Il bypass aortocoronarico (CABG – Coronary Artery Bypass Graft) è il più comune intervento di cardiochirurgia, rappresenta circa il 25% del totale delle operazioni cardiochirurgiche. Viene eseguito a causa di occlusioni o stenosi (restringimenti) delle arterie coronarie, i vasi sanguigni che portano al cuore l’ossigeno e il nutrimento e consiste nel creare delle vie alternative per permettere al sangue di arrivare correttamente al cuore.

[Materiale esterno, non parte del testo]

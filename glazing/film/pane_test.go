package film_test

import (
	"math"
	"slices"
	"strings"
	"testing"

	"panewright/glazing/film"
	"panewright/spectra"
)

// flat is a material of a constant index.
func flat(id string, index complex128) *film.Material {
	return &film.Material{ID: id, FromNM: 300, ToNM: 50000, Model: film.Constant(index)}
}

// conductor is a material of plain free carriers.
func conductor(t testing.TB, density, mobility, mass, epsInf float64) *film.Material {
	t.Helper()
	c, err := film.Given{DensityCM3: density, MobilityCM2VS: mobility, EffectiveMass: mass, EpsInf: epsInf}.Carriers()
	if err != nil {
		t.Fatal(err)
	}
	return &film.Material{ID: "conductor", FromNM: 300, ToNM: 50000, Model: film.Oxide(c, nil, false), Carriers: &c}
}

func builtIn(t testing.TB, id string) *film.Material {
	t.Helper()
	m, ok := film.MaterialNamed(id)
	if !ok {
		t.Fatalf("no material %s", id)
	}
	return m
}

func sodaLime(t testing.TB) film.Constants {
	t.Helper()
	c, ok := film.Glass("soda-lime")
	if !ok {
		t.Fatal("no soda-lime glass")
	}
	return c
}

// furthest is the largest difference of two curves at the wavelengths of the first.
func furthest(a, b spectra.Curve) float64 {
	var far float64
	for i, nm := range a.NM {
		far = max(far, math.Abs(a.Value[i]-b.At(nm)))
	}
	return far
}

// A pane without films is a sheet, and so is one whose films are air: that is computed film by film.
func TestReadyWithoutFilmsIsASheet(t *testing.T) {
	glass := sodaLime(t)
	sheet := film.Sheet{Constants: glass, ThicknessMM: 4}
	air, tco := flat("air", 1), conductor(t, 1e21, 40, 0.35, 3.9)
	for name, c := range map[string]film.Coated{
		"none": {Glass: glass, ThicknessMM: 4},
		"zero": {Glass: glass, ThicknessMM: 4, Front: []film.Film{{Material: tco}}, Back: []film.Film{{Material: tco}, {Material: air}}},
		"air":  {Glass: glass, ThicknessMM: 4, Front: []film.Film{{Material: air, ThicknessNM: 80}}, Back: []film.Film{{Material: air, ThicknessNM: 200}, {Material: tco}}},
	} {
		r := c.Ready()
		for _, x := range []struct {
			what      string
			got, want spectra.Measured
		}{
			{"0°", r.Spectrum(0), sheet.Spectrum(0)}, {"60°", r.Spectrum(60), sheet.Spectrum(60)},
			{"half space", r.HemisphericalSpectrum(), sheet.HemisphericalSpectrum()},
		} {
			if !slices.Equal(x.got.Tau.NM, x.want.Tau.NM) {
				t.Fatalf("%s, %s: other wavelengths", name, x.what)
			}
			for k, pair := range [...][2]spectra.Curve{{x.want.Tau, x.got.Tau}, {x.want.RhoFront, x.got.RhoFront}, {x.want.RhoBack, x.got.RhoBack},
				{x.want.InfraredFront, x.got.InfraredFront}, {x.want.InfraredBack, x.got.InfraredBack}} {
				if far := furthest(pair[0], pair[1]); pair[1].Len() == 0 || far > 1e-13 {
					t.Errorf("%s, %s, curve %d: off by %.2g", name, x.what, k, far)
				}
			}
			if x.got.InfraredTau.Len() != 0 || len(x.got.Cautions) != len(x.want.Cautions) {
				t.Errorf("%s, %s: infrared transmittance %d, cautions %v", name, x.what, x.got.InfraredTau.Len(), x.got.Cautions)
			}
		}
		want, _ := sheet.HemisphericalEmissivity()
		tolerance := 0.0
		if name == "air" {
			tolerance = 1e-5 // of two quadratures
		}
		if front, back, ok := r.HemisphericalEmissivity(); !ok || math.Abs(front-want) > tolerance || math.Abs(back-want) > tolerance {
			t.Errorf("%s: emissivities %.7f and %.7f, of a sheet %.7f", name, front, back, want)
		}
		if films := name == "air"; r.Films(film.Front) != films || r.Films(film.Back) != films {
			t.Errorf("%s: films on the front %v, on the back %v", name, r.Films(film.Front), r.Films(film.Back))
		}
	}
}

// Each value of a spectrum is that of the pane at its wavelength, by the slow way; a pane whose faces change
// places reflects the same with front and back exchanged.
func TestReadySpectrum(t *testing.T) {
	films := []film.Film{{Material: builtIn(t, "silica"), ThicknessNM: 25}, {Material: builtIn(t, "ito"), ThicknessNM: 150}, {Material: builtIn(t, "titania"), ThicknessNM: 12}}
	c := film.Coated{Glass: sodaLime(t), ThicknessMM: 6, Front: []film.Film{{Material: flat("x", 1.38), ThicknessNM: 100}}, Back: films}
	turned := film.Coated{Glass: c.Glass, ThicknessMM: 6, Front: c.Back, Back: c.Front}
	r, rt := c.Ready(), turned.Ready()
	for _, deg := range []float64{0, 57} {
		m, mt := r.Spectrum(deg), rt.Spectrum(deg)
		for i := 0; i < m.Tau.Len(); i += 37 {
			s, p := c.At(m.Tau.NM[i], deg)
			u := film.Unpolarised(s, p)
			if math.Abs(u.T-m.Tau.Value[i]) > 1e-13 || math.Abs(u.RFront-m.RhoFront.Value[i]) > 1e-13 || math.Abs(u.RBack-m.RhoBack.Value[i]) > 1e-13 {
				t.Errorf("%g° at %g nm: %+v, in the spectrum %.15f, %.15f, %.15f", deg, m.Tau.NM[i], u, m.Tau.Value[i], m.RhoFront.Value[i], m.RhoBack.Value[i])
			}
		}
		for _, um := range []float64{5.5, 9.2, 30.9} { // of EN 12898, near the band of silica
			s, p := c.At(um*1000, deg)
			if u := film.Unpolarised(s, p); math.Abs(u.RBack-m.InfraredBack.At(um*1000)) > 1e-3 || (um != 9.2 && math.Abs(u.RFront-m.InfraredFront.At(um*1000)) > 1e-12) {
				t.Errorf("%g° at %g µm: %+v, in the spectrum %.9f and %.9f", deg, um, u, m.InfraredFront.At(um*1000), m.InfraredBack.At(um*1000))
			}
		}
		for _, pair := range [...][2]spectra.Curve{{m.Tau, mt.Tau}, {m.RhoFront, mt.RhoBack}, {m.RhoBack, mt.RhoFront}, {m.InfraredFront, mt.InfraredBack}, {m.InfraredBack, mt.InfraredFront}} {
			if far := furthest(pair[0], pair[1]); far > 1e-13 {
				t.Errorf("%g°: turned off by %.2g", deg, far)
			}
		}
		if furthest(m.RhoFront, m.RhoBack) < 0.01 {
			t.Errorf("%g°: both faces reflect the same: the comparison sees nothing", deg)
		}
	}
}

// The emissivity over the half space agrees with plain sums over many more wavelengths and angles, with bands of
// the infrared and metals too, and on either face.
func TestReadyEmissivityConverges(t *testing.T) {
	narrow := &film.Material{ID: "band", FromNM: 300, ToNM: 50000, Model: film.NewOscillators(2.2, film.Lorentz{Strength: 0.4, EnergyEV: 0.11, BroadeningEV: 0.0004})}
	glass := sodaLime(t)
	for name, c := range map[string]film.Coated{
		"oxide":         {Glass: glass, ThicknessMM: 4, Back: []film.Film{{Material: conductor(t, 1e21, 40, 0.35, 3.9), ThicknessNM: 150}}},
		"silver":        {Glass: glass, ThicknessMM: 4, Back: []film.Film{{Material: builtIn(t, "zinc-oxide"), ThicknessNM: 30}, {Material: builtIn(t, "silver"), ThicknessNM: 12}, {Material: builtIn(t, "silica"), ThicknessNM: 60}}},
		"front":         {Glass: glass, ThicknessMM: 4, Front: []film.Film{{Material: builtIn(t, "gold"), ThicknessNM: 100}, {Material: builtIn(t, "aluminium-nitride"), ThicknessNM: 700}}},
		"narrow band":   {Glass: glass, ThicknessMM: 4, Back: []film.Film{{Material: builtIn(t, "gold"), ThicknessNM: 100}, {Material: narrow, ThicknessNM: 900}}},
		"thin, no loss": {Glass: film.Constants{N: level(1.5), K: level(0)}, ThicknessMM: 1, Back: []film.Film{{Material: conductor(t, 8e20, 30, 0.35, 3.9), ThicknessNM: 120}}},
	} {
		const wavelengths, angles = 6000, 60
		var sumFront, sumBack, weights float64
		nm, planck := make([]float64, wavelengths), make([]float64, wavelengths)
		for i := range nm {
			nm[i] = 5000 * math.Pow(10, (float64(i)+0.5)/wavelengths)
			x := 1.438776877e7 / (nm[i] * 283)
			planck[i] = math.Pow(x, 5) / math.Expm1(x) * nm[i]
		}
		filmed := c // metals as they are in their films
		for _, face := range [2][]film.Film{filmed.Front, filmed.Back} {
			for i := range face {
				face[i].Material = face[i].Material.InFilm(face[i].ThicknessNM)
			}
		}
		sampled := filmed.Sample(nm)
		var s, p film.Shares
		for k := range angles { // the middle of equal parts of the square root of cos θ
			v := (float64(k) + 0.5) / angles
			sampled.At(&s, &p, math.Acos(v*v)*180/math.Pi)
			s.Mean(&s, &p)
			for i, w := range planck {
				w *= v * v * v
				sumFront += w * (1 - s.T[i] - s.RFront[i])
				sumBack += w * (1 - s.T[i] - s.RBack[i])
				weights += w
			}
		}
		front, back, ok := c.Ready().HemisphericalEmissivity()
		if !ok || math.Abs(front-sumFront/weights) > 4e-5 || math.Abs(back-sumBack/weights) > 4e-5 {
			t.Errorf("%s: %.6f and %.6f, by plain sums %.6f and %.6f", name, front, back, sumFront/weights, sumBack/weights)
		}
	}
}

// level is a curve of one value.
func level(v float64) spectra.Curve {
	return spectra.Curve{NM: []float64{300, 50000}, Value: []float64{v, v}}
}

// The emissivity over the half space of free carriers on a half space of n 1.5 without loss, by Planck's
// law from 5 to 50 µm at 283 K: values of an evaluation on a fine grid that is not ours, from memory, with its
// tolerance. A kilometre of glass that absorbs very little is such a half space.
func TestReadyEmissivityOfFreeCarriers(t *testing.T) {
	for _, x := range []struct{ density, mobility, mass, epsInf, nm, want float64 }{
		{1e21, 40, 0.35, 3.9, 150, 0.12962},
		{8e20, 30, 0.35, 3.9, 120, 0.22921},
		{6e20, 25, 0.33, 3.7, 500, 0.15776},
	} {
		c := film.Coated{Glass: film.Constants{N: level(1.5), K: level(1e-6)}, ThicknessMM: 1e6,
			Front: []film.Film{{Material: conductor(t, x.density, x.mobility, x.mass, x.epsInf), ThicknessNM: x.nm}}}
		if got, _, ok := c.Ready().HemisphericalEmissivity(); !ok || math.Abs(got-x.want) > 0.0003 {
			t.Errorf("%+v: %.5f", x, got)
		}
	}
}

// A metal whose surfaces scatter is taken as it is in its film, whether or not the caller saw to that.
func TestReadyThinMetal(t *testing.T) {
	bulk := builtIn(t, "silver")
	of := func(m *film.Material) float64 {
		_, back, _ := film.Coated{Glass: sodaLime(t), ThicknessMM: 4, Back: []film.Film{{Material: m, ThicknessNM: 10}}}.Ready().HemisphericalEmissivity()
		return back
	}
	thin := of(bulk.InFilm(10))
	if got := of(bulk); got != thin {
		t.Errorf("of bulk %.6f, of the film %.6f", got, thin)
	}
	plain := *bulk
	plain.Carriers = nil // nothing is known that could scatter
	if got := of(&plain); got > 0.9*thin {
		t.Errorf("without scattering %.6f, with it %.6f: the comparison sees nothing", got, thin)
	}
}

// What a material does not cover is left out, and named.
func TestReadyRanges(t *testing.T) {
	short := flat("short", 2)
	short.FromNM, short.ToNM = 400, 900
	c := film.Coated{Glass: sodaLime(t), ThicknessMM: 4, Back: []film.Film{{Material: short, ThicknessNM: 50}}}
	r := c.Ready()
	m := r.Spectrum(0)
	if err := c.Check(); err != nil || m.Tau.First() != 400 || m.Tau.Last() != 900 || m.InfraredBack.Len() != 0 {
		t.Errorf("from %g to %g nm, infrared %d, %v", m.Tau.First(), m.Tau.Last(), m.InfraredBack.Len(), err)
	}
	if why := r.InfraredWhy(); !strings.Contains(why, "material short ends at 900 nm") {
		t.Errorf("why no emissivity: %q", why)
	}
	if _, _, ok := r.HemisphericalEmissivity(); ok {
		t.Error("an emissivity of a material that ends at 900 nm")
	}
	short.FromNM, short.ToNM = 300, 30000 // held, and said
	r = c.Ready()
	front, back, ok := r.HemisphericalEmissivity()
	long, _, _ := film.Coated{Glass: c.Glass, ThicknessMM: 4, Back: []film.Film{{Material: flat("long", 2), ThicknessNM: 50}}}.Ready().HemisphericalEmissivity()
	if m = r.Spectrum(0); !ok || math.Abs(front-long) > 1e-9 || !(back > 0.5) || m.InfraredBack.Last() != 30000 {
		t.Errorf("to 30 µm: %.6f and %.6f, infrared to %g nm", front, back, m.InfraredBack.Last())
	}
	if !slices.ContainsFunc(m.Cautions, func(c spectra.Caution) bool {
		return c.Code == "extended" && strings.Contains(c.Text, "material short ends at 30000 nm")
	}) {
		t.Errorf("no caution that the material ends at 30 µm: %v", m.Cautions)
	}
}

// Materials that are typical, extended or modelled say so once, however many films they make.
func TestReadyCautions(t *testing.T) {
	fto, silver, ito := builtIn(t, "fto"), builtIn(t, "silver"), builtIn(t, "ito")
	m := film.Coated{Glass: sodaLime(t), ThicknessMM: 4, Front: []film.Film{{Material: fto, ThicknessNM: 300}},
		Back: []film.Film{{Material: silver, ThicknessNM: 10}, {Material: ito, ThicknessNM: 50}, {Material: silver, ThicknessNM: 12}}}.Ready().Spectrum(0)
	var codes []string
	for _, c := range m.Cautions {
		if strings.HasPrefix(c.Text, "Film material ") {
			codes = append(codes, strings.Fields(c.Text)[2]+c.Code)
		}
	}
	if want := []string{"fto:typical", "silver:extended", "ito:modelled"}; !slices.Equal(codes, want) {
		t.Errorf("cautions %v, want %v", codes, want)
	}
}

func TestCheckCoated(t *testing.T) {
	m := flat("m", 2)
	far := flat("far", 2)
	far.FromNM = 3000
	good := film.Coated{Glass: sodaLime(t), ThicknessMM: 4, Back: []film.Film{{Material: m, ThicknessNM: 10}}}
	if err := good.Check(); err != nil {
		t.Error(err)
	}
	for words, change := range map[string]func(c *film.Coated){
		"thickness of 0 mm":                  func(c *film.Coated) { c.ThicknessMM = 0 },
		"thickness of NaN mm":                func(c *film.Coated) { c.ThicknessMM = math.NaN() },
		"film of m has a thickness of -1 nm": func(c *film.Coated) { c.Back = []film.Film{{Material: m, ThicknessNM: -1}} },
		"thickness of +Inf nm":               func(c *film.Coated) { c.Front = []film.Film{{Material: m, ThicknessNM: math.Inf(1)}} },
		"no material":                        func(c *film.Coated) { c.Front = []film.Film{{ThicknessNM: 1}} },
		"201 films":                          func(c *film.Coated) { c.Front = slices.Repeat(good.Back, 201) },
		"material far begins at 3000 nm":     func(c *film.Coated) { c.Front = []film.Film{{Material: far, ThicknessNM: 1}} },
		"n 0 and k 0.0001 at 400 nm": func(c *film.Coated) {
			none := flat("none", 2)
			none.Model = film.Tabulated{Constants: film.Constants{N: spectra.Curve{NM: []float64{300, 400, 50000}, Value: []float64{1, 0, 1}}, K: level(1e-4)}}
			c.Front = []film.Film{{Material: none, ThicknessNM: 1}}
		},
	} {
		c := good
		change(&c)
		if err := c.Check(); err == nil || !strings.Contains(err.Error(), words) {
			t.Errorf("%v, want %q", err, words)
		}
	}
	none := good
	none.Front = []film.Film{{Material: far}} // of no thickness, it says nothing
	if err := none.Check(); err != nil {
		t.Error(err)
	}
}

// From the definition to the spectrum at normal incidence and both emissivities; spectrum beside it is that of
// a sheet of the glass.
func BenchmarkReady(b *testing.B) {
	glass := sodaLime(b)
	for name, films := range map[string][]film.Film{
		"silver_four": {{Material: builtIn(b, "titania"), ThicknessNM: 25}, {Material: builtIn(b, "silver"), ThicknessNM: 11},
			{Material: builtIn(b, "nickel-chromium"), ThicknessNM: 1}, {Material: builtIn(b, "silicon-nitride"), ThicknessNM: 40}},
		"oxide_four": {{Material: builtIn(b, "silica"), ThicknessNM: 25}, {Material: builtIn(b, "ito"), ThicknessNM: 150},
			{Material: builtIn(b, "silica"), ThicknessNM: 60}, {Material: builtIn(b, "titania"), ThicknessNM: 10}},
		"tin_oxide_one": {{Material: builtIn(b, "fto"), ThicknessNM: 350}},
	} {
		b.Run(name, func(b *testing.B) {
			c := film.Coated{Glass: glass, ThicknessMM: 4, Back: films}
			b.ReportAllocs()
			for b.Loop() {
				r := c.Ready()
				r.Spectrum(0)
				r.HemisphericalEmissivity()
			}
		})
	}
}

L’expertise maturata dall’équipe di Cardiochirurgia di GVM Care & Research, gruppo ospedaliero italiano, è confluita, dopo 10 anni di studi clinici, nella pubblicazione di un articolo scientifico sul “Journal of the American Medical Association” (JAMA), la più importante rivista medica degli Stati Uniti e tra le più rilevanti al mondo.
Il dott. Giuseppe Nasso, responsabile dell’unità operativa di Cardiochirurgia all’ Anthea Hospital di Bari e il dott. Giuseppe Speziale, responsabile delle Cardiochirurgie di GVM Care & Research, hanno infatti condotto uno studio internazionale multicentrico (in collaborazione con altre strutture ospedaliere) che si è rivelato una pietra miliare nella tecnica del bypass aortocoronarico.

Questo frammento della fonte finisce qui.